Но ты дожидался, пока все дети разойдутся по домам. Затем очень бережно разгибал своё тело, раскрывал свою тайну, расставался со своим теплом. Держась подальше от света фонарей на углах, ты бежал домой, один в сумраке и тьме, едва дыша, заглушая стук сердца, так что если кто и услышит это биение, то подумает: «Это же ветер погоняет сухой лист в ночи». А вот и мама, стоит в распахнутых дверях…
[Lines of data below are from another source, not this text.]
/* policy.acuity_minutes: acuity level -> care minutes, stored sorted. */
static void parse_acuity_table(loader *ld, const node *value, void *target, const key_rule *rule)
{
    keel_roster *r = target;
    char shown[SHOWN_SIZE];
    (void)rule;
    ld->acuity_table = TABLE_BROKEN;
    if (value->kind != NODE_MAPPING) {
        keel_roster_tree_report_type(ld, value,
                                     "a mapping from acuity level to care minutes, like {1: 90}");
        return;
    }
    if (value->nitems == 0) {
        keel_roster_report_problem(
            ld, value->mark, "found an empty mapping; expected care minutes per acuity level");
        return;
    }
    r->policy.acuity_minutes = keel_calloc(value->nitems / 2, sizeof *r->policy.acuity_minutes);
    if (!r->policy.acuity_minutes) {
        ld->nomem = true;
        return;
    }
    ld->acuity_table = TABLE_READ;
    for (size_t i = 0; i + 1 < value->nitems; i += 2) {
        const node *key = value->items[i];
        long level;
        int first;
        if (!keel_roster_walk_check_key(ld, key))
            continue;
        size_t old = keel_roster_report_push_key(ld, key->text);
        keel_acuity_level entry = {.minutes = KEEL_ABSENT};
        if (!keel_roster_words_scan_int(key, &level) || level < 0 || level > MAX_LEVEL) {
            keel_roster_report_problem(ld, key->mark,
                                       "level '%s' is not valid; expected an integer from 0 to %d",
                                       keel_roster_report_show(shown, key->text), MAX_LEVEL);
        } else if ((first = find_level_line(value, i, level)) > 0) {
            keel_roster_report_problem(
                ld, key->mark, "level %ld given twice (first on line %d); expected each once",
                level, first);
        } else {
            entry.level = (int)level;
            keel_roster_words_read_int(ld, value->items[i + 1], 0, MINUTES_PER_DAY, &entry.minutes);
            r->policy.acuity_minutes[r->policy.nacuity++] = entry;
        }
        keel_roster_report_pop_path(ld, old);
    }
    qsort(r->policy.acuity_minutes, r->policy.nacuity, sizeof *r->policy.acuity_minutes,
          compare_levels);
}

/* policy.extra_minutes: name of an extra -> care minutes, in file order. */
static void parse_extra_table(loader *ld, const node *value, void *target, const key_rule *rule)
{
    keel_roster *r = target;
    (void)rule;
    ld->extra_table = TABLE_BROKEN;
    if (value->kind != NODE_MAPPING) {
        keel_roster_tree_report_type(ld, value,
                                     "a mapping from extra to care minutes, like {admission: 90}");
        return;
    }
    r->policy.extra_minutes = keel_calloc(value->nitems / 2, sizeof *r->policy.extra_minutes);
    if (!r->policy.extra_minutes) {
        ld->nomem = true;
        return;
    }
    ld->extra_table = TABLE_READ;
    for (size_t i = 0; i + 1 < value->nitems; i += 2) {
        const node *key = value->items[i];
        const node *first = NULL;
        if (!keel_roster_walk_check_key(ld, key))
            continue;
        size_t old = keel_roster_report_push_key(ld, key->text);
        first = earlier_key(value, i);
        if (first) {
            keel_roster_report_problem(ld, key->mark,
                                       "given twice (first on line %d); expected each extra once",
                                       first->mark.line);
        } else {
            keel_extra *extra = &r->policy.extra_minutes[r->policy.nextras];
            extra->minutes = KEEL_ABSENT;
            if (keel_roster_words_read_string(ld, key, &extra->name)) {
                r->policy.nextras++;
                keel_roster_words_read_int(ld, value->items[i + 1], 0, MINUTES_PER_DAY,
                                           &extra->minutes);
            }
        }
        keel_roster_report_pop_path(ld, old);
    }
}

/* True when value is a non-empty sequence (reported if not). */
static bool check_list(loader *ld, const node *value, const char *what)
{
    char expected[64];
    snprintf(expected, sizeof expected, "a list of %ss", what);
    if (value->kind != NODE_SEQUENCE) {
        keel_roster_tree_report_type(ld, value, expected);
        return false;
    }
    if (value->nitems == 0) {
        keel_roster_report_problem(ld, value->mark, "found an empty list; expected at least one %s",
                                   what);
        return false;
    }
    return true;
}

static const key_rule break_keys[] = {
    {.name = "at",
     .parse = parse_time,
     .offset = offsetof(keel_break, at),
     .need = "every break needs at: the time it starts"},
    {.name = "minutes",
     .parse = parse_int,
     .offset = offsetof(keel_break, minutes),
     .min = 1,
     .max = MINUTES_PER_DAY,
     .need = "every break needs its length in minutes"},
};

/* nurses[].breaks: timed breaks, each {at, minutes}; checked against the
 * nurse's time on the unit by check_breaks() in roster_clock.c. */
static void parse_breaks(loader *ld, const node *value, void *target, const key_rule *rule)
{
    keel_nurse *n = target;
    (void)rule;
    ld->roster->clock = true;
    if (!check_list(ld, value, "break"))
        return;
    n->breaks = keel_calloc(value->nitems, sizeof *n->breaks);
    if (!n->breaks) {
        ld->nomem = true;
        return;
    }
    n->nbreaks = value->nitems;
    for (size_t i = 0; i < value->nitems; i++) {
        n->breaks[i] =
            (keel_break){.at = KEEL_ABSENT, .minutes = KEEL_ABSENT, .mark = value->items[i]->mark};
        size_t old = keel_roster_report_push_index(ld, i);
        keel_roster_walk_mapping(ld, value->items[i], break_keys, ARRAY_LEN(break_keys),
                                 &n->breaks[i]);
        keel_roster_report_pop_path(ld, old);
    }
}

static const key_rule stretch_keys[] = {
    {.name = "nurse",
     .parse = parse_string,
     .offset = offsetof(keel_stretch, nurse),
     .need = "every stretch of a record needs nurse: the id of the nurse who held the patient"},
    {.name = "from",
     .parse = parse_time,
     .offset = offsetof(keel_stretch, from),
     .need = "every stretch of a record needs from: the time it starts"},
    {.name = "to",
     .parse = parse_time,
     .offset = offsetof(keel_stretch, to),
     .need = "every stretch of a record needs to: the time it ends"},
};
Он вытер руки полотенцем. Постоял с минуту, раздумывая, как ему жилось последние два года в городе. Старая игра продолжалась. Он играл в неё один. Тех детей уже нет, они достигли обеспеченного среднего возраста, но теперь, как прежде, он — последний, единственный и неповторимый игрок-невидимка. А весь город сбился с ног, ничего не видит, бежит домой и запирает двери на замок.
Но сегодня ночью, уже не в первый раз, из далёкого прошлого до него долетел тот же прежний зов, непрерывный серебряный свист. Явно — не пение ночной птицы, ведь ему хорошо знаком каждый звук. А свисток всё призывает и призывает, и голос твердит: «Домой», а потом — «Девять часов», хотя на дворе глубокая ночь. Он прислушался. Серебряный посвист.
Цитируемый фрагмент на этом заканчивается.